= Work to be completed =
Please take the records that follow and repeat exactly the lines starting with the line with "used when empty." and going on through the line with "in the epoch.".

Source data
= Beginning of Section =
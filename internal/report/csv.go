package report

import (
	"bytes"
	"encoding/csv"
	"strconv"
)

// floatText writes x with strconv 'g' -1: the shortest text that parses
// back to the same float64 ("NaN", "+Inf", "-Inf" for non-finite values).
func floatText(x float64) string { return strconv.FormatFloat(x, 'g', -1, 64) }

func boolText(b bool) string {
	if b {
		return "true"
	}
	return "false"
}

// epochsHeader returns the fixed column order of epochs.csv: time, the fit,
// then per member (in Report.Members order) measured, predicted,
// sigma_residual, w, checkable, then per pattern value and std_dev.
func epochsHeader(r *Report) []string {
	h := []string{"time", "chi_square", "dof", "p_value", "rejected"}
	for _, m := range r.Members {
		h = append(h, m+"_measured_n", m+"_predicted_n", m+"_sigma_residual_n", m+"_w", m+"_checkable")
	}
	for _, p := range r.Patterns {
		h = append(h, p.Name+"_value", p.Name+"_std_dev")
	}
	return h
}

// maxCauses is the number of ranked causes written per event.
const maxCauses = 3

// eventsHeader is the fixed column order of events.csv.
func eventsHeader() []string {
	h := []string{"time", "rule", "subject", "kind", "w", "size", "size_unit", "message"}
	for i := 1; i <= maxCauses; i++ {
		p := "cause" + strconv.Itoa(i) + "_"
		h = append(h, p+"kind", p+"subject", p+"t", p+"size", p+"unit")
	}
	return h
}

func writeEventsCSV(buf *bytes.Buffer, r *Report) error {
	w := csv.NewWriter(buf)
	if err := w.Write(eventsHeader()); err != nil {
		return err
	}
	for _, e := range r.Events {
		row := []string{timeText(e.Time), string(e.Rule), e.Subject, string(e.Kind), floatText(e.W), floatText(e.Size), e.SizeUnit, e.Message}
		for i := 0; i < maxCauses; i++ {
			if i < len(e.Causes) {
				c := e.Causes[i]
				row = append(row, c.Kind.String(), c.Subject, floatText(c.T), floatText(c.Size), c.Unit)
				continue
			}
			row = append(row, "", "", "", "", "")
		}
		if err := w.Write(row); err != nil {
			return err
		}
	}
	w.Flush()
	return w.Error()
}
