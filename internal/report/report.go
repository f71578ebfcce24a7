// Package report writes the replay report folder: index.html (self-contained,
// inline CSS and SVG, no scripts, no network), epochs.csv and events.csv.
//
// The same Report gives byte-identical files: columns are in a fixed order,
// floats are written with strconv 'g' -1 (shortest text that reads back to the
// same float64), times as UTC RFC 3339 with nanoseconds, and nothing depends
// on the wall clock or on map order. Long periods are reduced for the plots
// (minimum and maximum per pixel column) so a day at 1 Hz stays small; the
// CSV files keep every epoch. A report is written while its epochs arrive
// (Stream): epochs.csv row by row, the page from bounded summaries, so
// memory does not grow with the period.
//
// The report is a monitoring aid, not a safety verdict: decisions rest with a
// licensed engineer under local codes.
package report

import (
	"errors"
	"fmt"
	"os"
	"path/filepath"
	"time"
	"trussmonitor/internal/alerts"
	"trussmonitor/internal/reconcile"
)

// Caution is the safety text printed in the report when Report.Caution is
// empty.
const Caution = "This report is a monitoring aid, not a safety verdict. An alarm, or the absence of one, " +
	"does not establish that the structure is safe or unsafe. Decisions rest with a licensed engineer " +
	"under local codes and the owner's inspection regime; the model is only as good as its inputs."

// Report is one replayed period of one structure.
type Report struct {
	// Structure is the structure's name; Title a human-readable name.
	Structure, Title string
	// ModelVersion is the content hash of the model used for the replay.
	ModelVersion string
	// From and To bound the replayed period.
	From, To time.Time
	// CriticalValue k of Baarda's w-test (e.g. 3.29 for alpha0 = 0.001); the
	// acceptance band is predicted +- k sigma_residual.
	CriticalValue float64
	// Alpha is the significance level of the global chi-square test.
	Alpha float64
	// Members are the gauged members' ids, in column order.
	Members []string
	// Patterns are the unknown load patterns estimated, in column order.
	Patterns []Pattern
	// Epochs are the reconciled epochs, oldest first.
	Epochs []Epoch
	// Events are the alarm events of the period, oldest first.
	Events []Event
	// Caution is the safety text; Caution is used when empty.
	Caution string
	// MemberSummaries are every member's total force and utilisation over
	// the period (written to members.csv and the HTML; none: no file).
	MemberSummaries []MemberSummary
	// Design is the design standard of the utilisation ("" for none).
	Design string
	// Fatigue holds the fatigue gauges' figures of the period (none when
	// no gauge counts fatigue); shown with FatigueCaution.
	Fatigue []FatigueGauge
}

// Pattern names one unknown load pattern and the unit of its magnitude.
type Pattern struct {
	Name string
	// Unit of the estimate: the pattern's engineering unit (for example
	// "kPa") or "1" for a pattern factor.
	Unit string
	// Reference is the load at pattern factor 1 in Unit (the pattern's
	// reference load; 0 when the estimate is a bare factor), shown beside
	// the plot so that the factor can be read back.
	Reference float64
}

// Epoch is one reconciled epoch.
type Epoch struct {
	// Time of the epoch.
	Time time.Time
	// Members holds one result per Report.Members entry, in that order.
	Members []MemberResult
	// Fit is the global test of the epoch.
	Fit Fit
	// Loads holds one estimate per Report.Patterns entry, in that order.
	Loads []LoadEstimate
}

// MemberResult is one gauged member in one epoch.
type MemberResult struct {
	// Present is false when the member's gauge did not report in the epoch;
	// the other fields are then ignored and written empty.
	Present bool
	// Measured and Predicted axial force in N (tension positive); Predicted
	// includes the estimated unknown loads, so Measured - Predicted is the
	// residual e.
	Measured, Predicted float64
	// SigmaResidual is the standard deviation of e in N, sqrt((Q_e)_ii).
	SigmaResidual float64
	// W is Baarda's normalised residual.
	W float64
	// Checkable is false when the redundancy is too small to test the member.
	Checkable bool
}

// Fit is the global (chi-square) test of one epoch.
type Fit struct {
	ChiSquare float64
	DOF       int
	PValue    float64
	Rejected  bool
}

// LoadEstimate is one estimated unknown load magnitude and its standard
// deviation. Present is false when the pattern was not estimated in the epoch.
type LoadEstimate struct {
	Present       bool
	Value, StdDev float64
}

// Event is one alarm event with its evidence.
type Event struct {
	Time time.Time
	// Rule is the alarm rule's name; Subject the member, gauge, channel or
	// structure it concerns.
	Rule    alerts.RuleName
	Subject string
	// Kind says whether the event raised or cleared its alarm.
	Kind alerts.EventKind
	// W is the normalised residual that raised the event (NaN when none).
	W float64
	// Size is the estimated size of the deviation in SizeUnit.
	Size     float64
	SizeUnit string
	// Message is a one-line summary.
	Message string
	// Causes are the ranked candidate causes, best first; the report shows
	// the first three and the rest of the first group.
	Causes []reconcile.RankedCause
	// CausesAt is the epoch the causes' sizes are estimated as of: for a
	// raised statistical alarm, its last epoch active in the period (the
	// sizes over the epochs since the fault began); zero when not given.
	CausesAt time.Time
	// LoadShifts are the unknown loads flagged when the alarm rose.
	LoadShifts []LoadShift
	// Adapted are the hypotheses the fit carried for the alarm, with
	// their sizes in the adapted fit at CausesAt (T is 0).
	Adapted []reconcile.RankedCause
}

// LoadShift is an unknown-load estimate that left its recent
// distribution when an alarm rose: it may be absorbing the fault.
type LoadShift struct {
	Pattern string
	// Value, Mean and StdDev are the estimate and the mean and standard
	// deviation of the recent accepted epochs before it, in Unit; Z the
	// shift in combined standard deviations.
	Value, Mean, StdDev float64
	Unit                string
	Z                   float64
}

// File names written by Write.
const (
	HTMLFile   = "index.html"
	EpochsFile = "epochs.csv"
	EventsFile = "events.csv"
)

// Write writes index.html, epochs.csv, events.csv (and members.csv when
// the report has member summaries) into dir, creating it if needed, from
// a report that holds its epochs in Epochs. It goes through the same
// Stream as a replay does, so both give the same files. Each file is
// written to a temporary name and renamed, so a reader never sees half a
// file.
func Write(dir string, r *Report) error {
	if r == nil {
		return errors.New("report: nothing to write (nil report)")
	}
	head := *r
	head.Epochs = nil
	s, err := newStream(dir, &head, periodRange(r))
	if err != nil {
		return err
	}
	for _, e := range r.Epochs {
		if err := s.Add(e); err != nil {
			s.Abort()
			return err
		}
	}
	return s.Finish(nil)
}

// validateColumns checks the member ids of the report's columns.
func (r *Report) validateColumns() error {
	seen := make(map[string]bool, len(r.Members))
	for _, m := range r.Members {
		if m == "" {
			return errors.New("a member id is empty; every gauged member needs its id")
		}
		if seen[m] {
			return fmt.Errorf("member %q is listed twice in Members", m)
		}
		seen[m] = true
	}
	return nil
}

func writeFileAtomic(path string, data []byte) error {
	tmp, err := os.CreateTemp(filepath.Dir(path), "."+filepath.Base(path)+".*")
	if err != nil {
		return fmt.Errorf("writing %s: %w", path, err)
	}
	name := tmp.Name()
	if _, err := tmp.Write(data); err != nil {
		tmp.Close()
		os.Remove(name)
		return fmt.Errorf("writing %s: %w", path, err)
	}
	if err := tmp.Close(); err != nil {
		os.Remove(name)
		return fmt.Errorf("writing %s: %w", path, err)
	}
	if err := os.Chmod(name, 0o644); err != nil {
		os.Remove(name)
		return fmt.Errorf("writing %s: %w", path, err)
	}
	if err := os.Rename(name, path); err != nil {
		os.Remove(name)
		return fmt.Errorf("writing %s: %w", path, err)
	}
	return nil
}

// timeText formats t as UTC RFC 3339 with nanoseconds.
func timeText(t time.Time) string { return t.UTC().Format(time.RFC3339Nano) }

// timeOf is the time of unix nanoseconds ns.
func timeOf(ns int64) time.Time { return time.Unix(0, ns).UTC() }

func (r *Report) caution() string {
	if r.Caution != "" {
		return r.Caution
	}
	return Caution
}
= End of Section =
= Answer to this problem =
	// Caution is the safety text; Caution is used when empty.
	Caution string
	// MemberSummaries are every member's total force and utilisation over
	// the period (written to members.csv and the HTML; none: no file).
	MemberSummaries []MemberSummary
	// Design is the design standard of the utilisation ("" for none).
	Design string
	// Fatigue holds the fatigue gauges' figures of the period (none when
	// no gauge counts fatigue); shown with FatigueCaution.
	Fatigue []FatigueGauge
}

// Pattern names one unknown load pattern and the unit of its magnitude.
type Pattern struct {
	Name string
	// Unit of the estimate: the pattern's engineering unit (for example
	// "kPa") or "1" for a pattern factor.
	Unit string
	// Reference is the load at pattern factor 1 in Unit (the pattern's
	// reference load; 0 when the estimate is a bare factor), shown beside
	// the plot so that the factor can be read back.
	Reference float64
}

// Epoch is one reconciled epoch.
type Epoch struct {
	// Time of the epoch.
	Time time.Time
	// Members holds one result per Report.Members entry, in that order.
	Members []MemberResult
	// Fit is the global test of the epoch.
	Fit Fit
	// Loads holds one estimate per Report.Patterns entry, in that order.
	Loads []LoadEstimate
}

// MemberResult is one gauged member in one epoch.
type MemberResult struct {
	// Present is false when the member's gauge did not report in the epoch;
	// the other fields are then ignored and written empty.
	Present bool
	// Measured and Predicted axial force in N (tension positive); Predicted
	// includes the estimated unknown loads, so Measured - Predicted is the
	// residual e.
	Measured, Predicted float64
	// SigmaResidual is the standard deviation of e in N, sqrt((Q_e)_ii).
	SigmaResidual float64
	// W is Baarda's normalised residual.
	W float64
	// Checkable is false when the redundancy is too small to test the member.
	Checkable bool
}

// Fit is the global (chi-square) test of one epoch.
type Fit struct {
	ChiSquare float64
	DOF       int
	PValue    float64
	Rejected  bool
}

// LoadEstimate is one estimated unknown load magnitude and its standard
// deviation. Present is false when the pattern was not estimated in the epoch.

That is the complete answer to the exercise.